In Italien gibt es nämlich längst nichts mehr zu verteilen – und im Gefolge auch nur noch wenig zu regieren: Wo kein Geld ist, lassen sich keine Gesetze durchsetzen, keine Reformen durchführen. Das gilt für Links wie Rechts gleichermaßen. Zwei Billionen Mark Staatsschulden lasten auf Italien, und dabei sind die Filetstücke der Staatsliegenschaften und anderer öffentlicher Eigentümer bis auf wenige bereits verscherbelt oder nicht mehr veräußerbar. Gestopft werden muß dagegen bereits in den nächsten Wochen ein neu aufgetanes Haushaltsloch von etwa zehn Milliarden Mark. Prodi hat versprochen, dies nicht durch weitere Schnitte bei den Bürgern und auch nicht durch Steuererhöhungen zu bewerkstelligen, sondern durch „Rationalisierungen“. Entlassungen sind damit angeblich nicht gemeint.
Versperrt sind ihm bei seinen Kernprojekten sowieso fast alle Wege – teils aufgrund von Altlasten, teils weil er sich selbst mit allerlei dazu noch widersprüchlichen Versprechen geknebelt hat. So kündigt er an, Italien werde bereits in den nächsten Monaten in die europäische Währungsschlange zurück und dann sofort die Maastricht-Forderungen erfüllen. Ein solcher Gewaltakt würde die Halbierung des Staatshaushalts bedeuten. Nicht einmal die Gehälter des öffentlichen Dienstes könnten dann gezahlt werden. Daß Italien in den vergangenen Jahren die Weltwirtschaftskrise überstanden hat, rührt fast ausschließlich von der schwachen Lira her, die Exporte enorm fördert. Dabei will Prodi auch noch, so ein weiteres Versprechen, den unterentwickelten Süden mächtig fördern – woher er das Geld nehmen will, ist völlig unklar.

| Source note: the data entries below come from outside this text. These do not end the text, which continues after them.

# ---------------------------------------------------------------------------------- cost
def cost_table(results: pd.DataFrame, *, reference: str | None = None,
               model_column: str = "model") -> pd.DataFrame:
    """Median cost per encoder and model, and each cost relative to a reference encoder.

    ``encoder_s = encoder_fit_s + encoder_transform_s``; ``total_s = encoder_s +
    model_fit_s``. Medians are over all ok rows (folds, repeats, datasets); the relative
    columns divide by the reference encoder's median under the same model. An absent
    cost column gives NaN.

    Returns
    -------
    DataFrame
        Columns ``encoder, <model_column>, encoder_s, model_fit_s, total_s,
        n_features_out, encoded_mb, n_rows`` and, with a reference, the same cost columns
        suffixed ``_rel``.

    Raises
    ------
    ConfigError
        If ``reference`` is not an encoder of the table.
    """
    df = ok_rows(results)
    cols = {c: (df[c].astype(float) if c in df.columns else pd.Series(np.nan, df.index))
            for c in ("encoder_fit_s", "encoder_transform_s", "model_fit_s",
                      "n_features_out", "encoded_mb")}
    enc_s = cols["encoder_fit_s"] + cols["encoder_transform_s"]
    work = pd.DataFrame({"encoder": df["encoder"], model_column: df[model_column],
                         "encoder_s": enc_s, "model_fit_s": cols["model_fit_s"],
                         "total_s": enc_s + cols["model_fit_s"],
                         "n_features_out": cols["n_features_out"],
                         "encoded_mb": cols["encoded_mb"]})
    keys = ["encoder", model_column]
    out = work.groupby(keys).median()
    out["n_rows"] = work.groupby(keys).size()
    if reference is not None:
        if reference not in out.index.get_level_values("encoder"):
            raise ConfigError(f"reference encoder '{reference}' is not in the results; "
                              f"allowed: {', '.join(sorted(map(str, df['encoder'].unique())))}.")
        ref = out.xs(reference, level="encoder")
        measures = ["encoder_s", "model_fit_s", "total_s", "n_features_out", "encoded_mb"]
        rel = out[measures].div(ref[measures], level=model_column)
        out = out.join(rel.add_suffix("_rel"))
    return out.reset_index()


# ------------------------------------------------------------------------- leakage audit
def _crossfit_scheme(params: pd.Series, key: str, default: str) -> pd.Series:
    """Parse the cross-fitting scheme from JSON ``encoder_params`` (one parse per value).

    A JSON object without ``key`` gets ``default`` (the encoder's own default); text that
    is not a JSON object gets ``""`` (unknown).
    """
    def parse(text):
        try:
            value = json.loads(text) if isinstance(text, str) and text else None
        except json.JSONDecodeError:
            return ""
        if not isinstance(value, dict):
            return ""
        value = value.get(key, default)
        return "" if value is None else str(value)
    uniq = pd.Series(params.unique())
    table = dict(zip(uniq, uniq.map(parse)))  # loop over distinct settings only
    return params.map(table).fillna("")


def _row_gaps(df: pd.DataFrame) -> pd.Series:
    """Optimism of each row's primary metric on its training fold, positive = optimistic.

    Scores that grow with quality (ROC AUC, accuracy, R²) live on bounded, comparable
    scales: the gap is train minus test. Errors (RMSE, MAE, log loss) are in the target's
    own units, which differ by orders of magnitude between datasets: the gap is relative,
    (test - train) / test, the share of the test error that the training fold hides.
    """
    gap = pd.Series(np.nan, index=df.index)
    for metric in pd.unique(df["primary_metric"]):  # loop over metric names
        rows = df["primary_metric"] == metric
        train = f"train_{metric}"
        if metric in df.columns and train in df.columns:
            diff = orientation(metric) * (df.loc[rows, train] - df.loc[rows, metric])
            if orientation(metric) < 0:
                diff = diff / df.loc[rows, metric].abs().replace(0.0, np.nan)
            gap[rows] = diff
    return gap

Wirft er die Notenpresse an, steigt nicht nur die Inflation – dann rücken die Maastricht-Kriterien auch den Euro-Zutritt wieder in weite Ferne.

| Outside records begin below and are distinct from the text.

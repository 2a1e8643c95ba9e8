"""Pure functions of the results table: tests, ranks, the decision, leakage, cost.

Every public function takes the tidy results table (one row per dataset x encoder x
model x repeat x fold, see ``DEVELOPERS.md``) or an object derived from it, and keeps
only rows with ``status == "ok"``. Nothing here reads the store, draws or writes files.

Modules, one seam each: ``_tests`` (significance tests as pure array functions),
``_matrix`` (the datasets x encoders score matrix, per-cell summaries), ``_compare``
(ranks, Friedman, Nemenyi, aggregations), ``_rule`` and ``_decision`` (the frozen
decision rule and its application), ``_leakage`` (eligibility and the paired audit),
``_robust`` (regimes and the robustness of the choice), ``_cost``.

Missing cells
    A cell is a (dataset, encoder) pair of one model. The decision pairs each candidate
    with the reference on the datasets where both have a score, so nothing is dropped
    for it. The rank matrix must be complete: ``missing="auto"`` drops the incomplete
    encoders or the incomplete datasets, whichever keeps more cells, but never drops an
    encoder named in ``keep`` (the reference and the choice); the dropped names are kept
    on the :class:`ScoreMatrix` and reported.
Degenerate input
    Fewer than two datasets or encoders never raise: tests return NaN and a caveat says
    why. All-tied data give a Friedman statistic of 0 and p-values of 1.
"""

from harness.stats._common import (
    AGGREGATIONS,
    MISSING_POLICIES,
    POOLED,
    STATUS_OK,
    metric_values,
    ok_rows,
    orientation,
    pool_task_score,
    unit_free_delta,
)
from harness.stats._compare import (
    RANK_CI_MIN_DATASETS,
    Comparison,
    aggregate_scores,
    average_ranks,
    compare_encoders,
    control_z_test,
    expanded_alpha,
    friedman_test,
    top_encoders,
    wilcoxon_vs_control,
    win_tie_loss,
)
from harness.stats._cost import COST_PARTS, cost_table
from harness.stats._decision import DECISION_COLUMNS, Decision, decide, decision_table
from harness.stats._leakage import AUDIT_COLUMNS, audit_summary, eligible_rows, leakage_audit, leaky_settings, twins
from harness.stats._matrix import ScoreMatrix, paired_corrected_t, rank_rows, score_matrix, summarize_cells
from harness.stats._robust import ROBUSTNESS_COLUMNS, cardinality_regime, choice_robustness, dataset_regimes
from harness.stats._rule import MIN_FOLDS_ONE_DATASET, SHOWN_NOT_WORSE, VERDICTS, DecisionRule
from harness.stats._tests import (
    BayesSignedRank,
    CorrectedT,
    CorrelatedT,
    FriedmanResult,
    HodgesLehmann,
    bayesian_signed_rank,
    corrected_t,
    corrected_t_greater,
    correlated_t,
    critical_difference,
    cv_test_train_ratio,
    datasets_needed,
    friedman_from_ranks,
    friedman_permutation_p,
    hodges_lehmann,
    holm,
    nemenyi_q,
    repeats_needed,
    signed_rank_greater,
    signed_rank_less,
)

__all__ = [
    "AGGREGATIONS",
    "MISSING_POLICIES",
    "POOLED",
    "STATUS_OK",
    "metric_values",
    "ok_rows",
    "orientation",
    "pool_task_score",
    "unit_free_delta",
    "RANK_CI_MIN_DATASETS",
    "expanded_alpha",
    "Comparison",
    "aggregate_scores",
    "average_ranks",
    "compare_encoders",
    "control_z_test",
    "friedman_test",
    "top_encoders",
    "wilcoxon_vs_control",
    "win_tie_loss",
    "COST_PARTS",
    "cost_table",
    "DECISION_COLUMNS",
    "Decision",
    "decide",
    "decision_table",
    "AUDIT_COLUMNS",
    "audit_summary",
    "eligible_rows",
    "leakage_audit",
    "leaky_settings",
    "twins",
    "ScoreMatrix",
    "paired_corrected_t",
    "rank_rows",
    "score_matrix",
    "summarize_cells",
    "ROBUSTNESS_COLUMNS",
    "cardinality_regime",
    "choice_robustness",
    "dataset_regimes",
    "MIN_FOLDS_ONE_DATASET",
    "SHOWN_NOT_WORSE",
    "VERDICTS",
    "DecisionRule",
    "BayesSignedRank",
    "CorrectedT",
    "CorrelatedT",
    "FriedmanResult",
    "HodgesLehmann",
    "bayesian_signed_rank",
    "corrected_t",
    "corrected_t_greater",
    "correlated_t",
    "critical_difference",
    "cv_test_train_ratio",
    "datasets_needed",
    "friedman_from_ranks",
    "friedman_permutation_p",
    "hodges_lehmann",
    "holm",
    "nemenyi_q",
    "repeats_needed",
    "signed_rank_greater",
    "signed_rank_less",
]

Ebenso wolkig bleiben seine Versprechen in Sachen Justiz: Seit Jahrzehnten sind die Amtsstuben der Staatsanwälte und der Polizeireviere ein Chaos, viele Dienststellen sind nicht einmal zu einem Drittel besetzt, die meisten haben kein Fax, oft nur eine einzige Telefonleitung. Nun sollen sie sofort auf „europäisches Niveau“ gebracht werden – Kostenpunkt bei mäßiger Schätzung umgerechnet etwa 20 Milliarden Mark. Völlig lächerlich seine Ankündigungen zur Durchsetzung der Steuergerechtigkeit: Das will er einerseits durch vermehrte Fahndung nach Steuerhinterziehern, andererseits durch die – aufgrund der von den Sündern eingeholten Milliarden möglichen – Entlastung niedriger Einkommen verwirklichen. Alles Traumtänzerei. Sicher, in Italien gibt es Steuerhinterzieher zuhauf, nahezu der gesamte Mittelstand gehört zu den eifrigsten Nichtsteuerzahlern. Das aber beruht weniger auf einem notorischen Drückebergerhang der Italiener, sondern darauf, daß der Steuer- und Abgabendruck dort mit bis zu 62 Prozent der Einkommen so hoch ist, daß jeder korrekte Obolus- Entrichter bald dem Pleitegeier in die Augen schauen wird. Setzt Prodi die buchstabengetreue Eintreibung durch, hat er im Nu zu den 1995 schon mit mehr als 100.000 angegebenen Pleiten und Firmen- oder Ladenschließungen noch ein paar hunderttausend mehr und die dazugehörigen Arbeitslosen als Dreingabe.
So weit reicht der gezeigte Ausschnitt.